Here come the girls....
"I had a car accident when I was 32. After my spinal cord injury which left me paraplegic it's forced me to live a life whereby I cannot do a lot of thing that I would be able to if I was walking. I work daily with the Cure Girls and have visited labs here in Italy. I help raise money for Marina's charity and my Friends help us a lot too."
"I was only 17 years old when I was involved in a car accident with my family which left me paraplegic. I am an active person with an extremely busy life, a graduate, I have a full time job and am politically engaged but I don't want to spend the rest of my life confined to a wheelchair so I decided to create the Cure Girls blog. I work very hard on a daily basis with the Cure Girls and I spend a lot of time raising awareness and fundraising so that it gets donated directly to research initiatives that focus on curing chronic spinal cord injury."
"In 2004 during a night out with friends an incident occurred which transformed my life. Suddenly I was lying on the floor of a nightclub totally paralysed. What followed was ten months of rehabilitation in a spinal unit miles away from my home. During this time my family and I decided to fight this situation all the way and do everything we can for me to walk again. Since returning home I still work very hard to maintain my fitness, working with my physio five times per week. I retain my passion for the same things I had pre-injury namely travelling, fashion, music and glamour modelling and have taken part in a skydive, sponsored cycles and Wings For Life alongside my fellow Cure Girls."

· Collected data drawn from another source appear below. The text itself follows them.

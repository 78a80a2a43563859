//! The crate's one home for dense kernels: thin wrappers over `faer` 0.24
//! with the parallelism passed in (never the global setting), the symmetric
//! eigendecomposition every module uses, the symmetry scan, and the matrix
//! exponential, which faer does not provide.
//!
//! Conversions between `ndarray` and `faer` happen only here and at the
//! public boundary of the module.

use faer::diag::Diag;
use faer::dyn_stack::{MemBuffer, MemStack};
use faer::linalg::cholesky::llt;
use faer::linalg::evd;
use faer::linalg::lu::partial_pivoting as lu;
use faer::linalg::matmul::matmul;
use faer::linalg::qr::no_pivoting as qr;
use faer::linalg::svd;
use faer::{Accum, Mat, MatRef, Par};
use ndarray::{Array2, ArrayView2};

/// Copy an ndarray matrix into a faer matrix (column-major).
pub(crate) fn to_faer(a: ArrayView2<'_, f64>) -> Mat<f64> {
    Mat::from_fn(a.nrows(), a.ncols(), |i, j| a[[i, j]])
}

/// Copy a faer matrix into an ndarray matrix.
pub(crate) fn to_nd(a: MatRef<'_, f64>) -> Array2<f64> {
    Array2::from_shape_fn((a.nrows(), a.ncols()), |(i, j)| a[(i, j)])
}

/// `a * b`.
pub(crate) fn mul(a: MatRef<'_, f64>, b: MatRef<'_, f64>, par: Par) -> Mat<f64> {
    let mut out = Mat::zeros(a.nrows(), b.ncols());
    matmul(out.as_mut(), Accum::Replace, a, b, 1.0, par);
    out
}

/// A symmetric eigendecomposition `A = V diag(values) Vᵀ`, values ascending.
#[derive(Clone, Debug)]
pub(crate) struct SymEig {
    pub values: Vec<f64>,
    pub vectors: Mat<f64>,
}

/// Eigendecomposition of a symmetric matrix (lower triangle read).
pub(crate) fn sym_eig(a: MatRef<'_, f64>, par: Par) -> Result<SymEig, faer::linalg::evd::EvdError> {
    let n = a.nrows();
    let mut s = Diag::<f64>::zeros(n);
    let mut u = Mat::<f64>::zeros(n, n);
    let req = evd::self_adjoint_evd_scratch::<f64>(n, evd::ComputeEigenvectors::Yes, par, Default::default());
    let mut buf = MemBuffer::new(req);
    evd::self_adjoint_evd(a, s.as_mut(), Some(u.as_mut()), par, MemStack::new(&mut buf), Default::default())?;
    let values = (0..n).map(|i| s.column_vector()[i]).collect();
    Ok(SymEig { values, vectors: u })
}

/// Eigendecomposition of a symmetric ndarray matrix `A = V diag(w) Vᵀ`
/// (lower triangle read), eigenvalues ascending, eigenvectors as the columns
/// of `V`: [`sym_eig`] with the conversions.
pub(crate) fn eigh(a: ArrayView2<'_, f64>, par: Par) -> Result<(Vec<f64>, Array2<f64>), evd::EvdError> {
    let e = sym_eig(to_faer(a).as_ref(), par)?;
    Ok((e.values, to_nd(e.vectors.as_ref())))
}

/// Largest asymmetry `max|a_ij − a_ji|` over `i < j`, where it is, and the
/// scale `max|a|` it is to be compared with (the one symmetry scan of the
/// crate: connectomes, distances, spatial weights).
pub(crate) fn asymmetry(a: ArrayView2<'_, f64>) -> Asymmetry {
    let n = a.nrows();
    let scale = a.iter().fold(0.0f64, |m, &v| m.max(v.abs()));
    let mut worst = Asymmetry { largest: 0.0, at: (0, 0), scale };
    for i in 0..n {
        for j in (i + 1)..n {
            let d = (a[[i, j]] - a[[j, i]]).abs();
            if d > worst.largest {
                worst.largest = d;
                worst.at = (i, j);
            }
        }
    }
    worst
}

/// The result of [`asymmetry`].
#[derive(Clone, Copy, Debug, PartialEq)]
pub(crate) struct Asymmetry {
    /// `max|a_ij − a_ji|`.
    pub largest: f64,
    /// Where (0-based, `i < j`).
    pub at: (usize, usize),
    /// `max|a|`.
    pub scale: f64,
}

impl Asymmetry {
    /// `largest / scale` (0 for a zero matrix).
    pub fn relative(&self) -> f64 {
        if self.scale > 0.0 {
            self.largest / self.scale
        } else {
            0.0
        }
    }
}

/// Eigenvalues of a symmetric matrix only.
pub(crate) fn sym_eigenvalues(a: MatRef<'_, f64>, par: Par) -> Result<Vec<f64>, faer::linalg::evd::EvdError> {
    let n = a.nrows();
    let mut s = Diag::<f64>::zeros(n);
    let req = evd::self_adjoint_evd_scratch::<f64>(n, evd::ComputeEigenvectors::No, par, Default::default());
    let mut buf = MemBuffer::new(req);
    evd::self_adjoint_evd(a, s.as_mut(), None, par, MemStack::new(&mut buf), Default::default())?;
    Ok((0..n).map(|i| s.column_vector()[i]).collect())
}

/// Spectral radius of a general real matrix, max |λ| over its (complex) eigenvalues.
pub(crate) fn spectral_radius_general(
    a: MatRef<'_, f64>,
    par: Par,
) -> Result<f64, faer::linalg::evd::EvdError> {
    let n = a.nrows();
    let mut re = Diag::<f64>::zeros(n);
    let mut im = Diag::<f64>::zeros(n);
    let req = evd::evd_scratch::<f64>(
        n,
        evd::ComputeEigenvectors::No,
        evd::ComputeEigenvectors::No,
        par,
        Default::default(),
    );
    let mut buf = MemBuffer::new(req);
    evd::evd_real(a, re.as_mut(), im.as_mut(), None, None, par, MemStack::new(&mut buf), Default::default())?;
    Ok((0..n).map(|i| re.column_vector()[i].hypot(im.column_vector()[i])).fold(0.0, f64::max))
}
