class ImageLike(Protocol):
    """A PNG shown inside the HTML part, referred to there as ``cid:<cid>``."""

    @property
    def cid(self) -> str: ...
    @property
    def png(self) -> bytes: ...
    @property
    def filename(self) -> str: ...


Image = ImageLike | tuple[str, bytes, str]


class ContentLike(Protocol):
    """What a renderer returns for one message."""

    @property
    def subject(self) -> str: ...
    @property
    def text(self) -> str: ...
    @property
    def html(self) -> str: ...
    @property
    def images(self) -> Sequence[Image]: ...


class OwnerMessageLike(Protocol):
    """One pass message for one recipient, grouped by the renderer."""

    @property
    def recipient(self) -> str: ...
    @property
    def models(self) -> tuple[str, ...]: ...
    @property
    def dedupe_key(self) -> str: ...
    @property
    def content(self) -> ContentLike: ...


Renderer = Callable[[str, tuple[str, ...]], ContentLike]
"""``render(recipient, models)``: the content of one recipient's message for a pass."""


def _image_fields(image: Image) -> tuple[str, bytes, str]:
    if isinstance(image, tuple):
        cid, png, filename = image
        return cid, png, filename
    return image.cid, image.png, image.filename


# --------------------------------------------------------------------------- headers

# Headers build_message sets itself; callers' extra headers may not replace them.
_OWN_HEADERS = frozenset({
    "from", "to", "cc", "bcc", "subject", "date", "message-id", "mime-version",
    "auto-submitted", "content-type", "content-transfer-encoding", "content-disposition",
    "content-id", "reply-to", "sender",
})  # fmt: skip
_HEADER_NAME = re.compile(r"^[!-9;-~]+$")  # RFC 5322 field name: printable ASCII but ':'
_CID = re.compile(r"^[A-Za-z0-9!#$&'*+/=?^_`{|}~.-]+(@[A-Za-z0-9.-]+)?$")
_CID_REFERENCE = re.compile(r"""cid:([^"'\s<>)]+)""")
_PNG_SIGNATURE = b"\x89PNG\r\n\x1a\n"


def _check_header_value(header: str, value: str) -> None:
    if not isinstance(value, str):
        raise TypeError(f"e-mail header {header}: expected text, got {type(value).__name__}")
    # Padding makes a trailing line break count too ("a\n".splitlines() is one line).
    if len(f"x{value}x".splitlines()) > 1 or "\x00" in value:
        raise ValueError(
            f"e-mail header {header}: {value!r} contains a line break or NUL, which could start "
            "a new header; header values must be one line (see header_text())"
        )


def header_text(value: str) -> str:
    """``value`` as one line for a header: control characters and line breaks become spaces,
    runs of white space one space. Use it for any header text made from data (series names)."""
    spaced = "".join(" " if unicodedata.category(char) == "Cc" else char for char in value)
    return " ".join(spaced.split())


def _parse_address(header: str, value: str) -> Address:
    """One mailbox (``name@example.org`` or ``Name <name@example.org>``), or ValueError."""
    _check_header_value(header, value)
    try:
        parsed = SMTP.header_factory(header, value)
        addresses = parsed.addresses
        defects = parsed.defects
    except Exception as exc:  # the header parser raises IndexError etc. on some inputs
        raise ValueError(f"e-mail header {header}: {value!r} is not an address") from exc
    if len(addresses) != 1 or defects or not addresses[0].username or not addresses[0].domain:
        raise ValueError(
            f"e-mail header {header}: {value!r} is not one address like name@example.org"
        )
    address: Address = addresses[0]
    if not address.addr_spec.isascii():
        raise ValueError(
            f"e-mail header {header}: {value!r}: addresses with non-ASCII characters need "
            "SMTPUTF8, which Plumbline does not use"
        )
    return address


def recipient_key(address: str) -> str:
    """The form of an address used to group and name messages: the domain in lower case (the
    local part is kept as written, since RFC 5321 lets a server tell its cases apart)."""
    parsed = _parse_address("To", address)
    return f"{parsed.username}@{parsed.domain.lower()}"


def _message_id(
    sender: Address, dedupe_key: str | None, identity: str | None, moment: datetime
) -> str:
    if dedupe_key is None or identity is None:
        return make_msgid(domain=sender.domain)
    # The database's random identity and the moment of composing make the id unique across
    # databases: two instances, a restored backup or a rebuilt database number their passes
    # from the same ids, and would otherwise reuse a Message-ID. A retry sends the stored bytes,
    # so the one unavoidable double send carries the same id.
    text = f"plumbline\0{identity}\0{sender.addr_spec}\0{dedupe_key}\0{moment.isoformat()}"
    digest = hashlib.sha256(text.encode()).hexdigest()
    return f"<{digest[:40]}@{sender.domain}>"
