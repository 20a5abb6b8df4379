"""Files taken from inboxes and the observations they brought: the ingest side of the database.

Storage of a row's numbers: each feed has a column registry (``feed_columns``, positions in order
of first appearance, never reordered), and a row's ``vals`` is one little-endian float64 per
position known when it was written, NaN where the row has no value. Reading the windows of
10,000 series × 104 rows then costs one query and one ``numpy.frombuffer``: measured 3.3 times
faster than the same read from JSON text with ``json_extract``, while writing costs about the
same either way (``tests/benchmarks/bench_store.py``). :meth:`FilesMixin.observation_history`
shows a series' rows with their values by name, for people and tests.
"""

from __future__ import annotations

import json
import math
import struct
from collections.abc import Iterable, Iterator, Mapping, Sequence
from datetime import datetime
from operator import itemgetter
from pathlib import Path
from typing import TYPE_CHECKING, Any

if TYPE_CHECKING:
    import numpy as np
else:
    from monitor.store.lazy import np

from monitor.store.base import StoreBase
from monitor.store.records import (
    FeedSummary,
    FileOutcome,
    FileRecord,
    ObservationBatch,
    ObservationCounts,
    ObservationRecord,
    ObservationRow,
    PlanRows,
    RejectedRow,
    Revision,
    SeriesWindows,
    StoreError,
    _maybe_utc,
    _series,
    _skey,
    parse_utc,
    to_json,
    utc_text,
)

_NAN = math.nan


def _refuse(row: ObservationRow, value: float) -> float:
    raise ValueError(f"line {row.line}: {value!r} is not a finite number")



def _positions_of(
    slot: Mapping[tuple[int, int], int], old: np.ndarray, series_id: np.ndarray, keys: np.ndarray
) -> np.ndarray:
    """Each row's position in ``slot`` by its (series id, period key), -1 where absent. Only
    rows of a known series whose key is among the keys read are looked up: a batch of new
    periods (a backlog's later files, most weekly files) reads none and looks up nothing."""
    out = np.full(series_id.size, -1, dtype=np.int64)
    if not slot:
        return out
    read_keys = np.fromiter((key for _, key in slot), np.int64, len(slot))
    rows = np.flatnonzero(old & np.isin(keys, read_keys))
    if rows.size:
        pairs = zip(series_id[rows].tolist(), keys[rows].tolist(), strict=True)
        out[rows] = [slot.get(pair, -1) for pair in pairs]
    return out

"At present I'm a student of psychology at the University of Bologna but at time of my injury I was a professional cyclist and had a promising career in Italian cycling. In June, 2010 I had a very serious accident during my cycling training when a car cut me up making me come crashing off my cycle. Since that terrible day my life has changed radically. During the long period spent in hospitals and rehabilitation centres, I really discovered the pain of human cases that are even more dramatic and awful than mine. It is for this reason that with my family and closest friends I set up the non-profit Marina Romoli Onlus with the aim to support research into therapies able to cure spinal cord injuries. We help them financially in order to help them pay the very expensive costs of therapies and rehabilitation. My charity has raised over 200.000€."
"I was 11 in 1987 when a fall from a swing left me paralysed from the shoulders down. I support research, making donations to various charities and work everyday with my fellow Cure Girls. I participated in the last two Wings for Life World Run. A cure for me would mean no more fear about my future because just recovering the use of my arms and hands is all I need... after 29 years of tetraplegia I think this is a fair wish."
"I was 28 years old and so fit and healthy when I sustained a C4/5 spinal cord injury when I fell to the ground whilst doing a simulated air surf on the beach. I went from being a beach loving, surfer girl who loved martial arts, running and was also a really good cook now confined to a wheelchair and fighting for a cure. I have organised fundraising events in Porto Alegre, Brazil and take part in the Wings for Life World Run along with my sister and lots of my friends & family. I've also appeared on TV and newspapers here in Brazil to raise awareness and spread the message that there is an urgency for a cure for paralysis."
"I was 22 when I had a riding accident during a polo match. For many years I was very lonely. My twin sister had her life and watching her do all the things we were both supposed to be doing was hard. I have had quite a few health problems around bladder and medications. I suffer badly from nerve pain. I am married now and we have a 9 year old son. That was a very difficult time. I work tirelessly to raise awareness along with the girls. To have a cure would be like being given a miracle. To be able to go on the beach with my son and I'd marry my husband again - but standing up this time."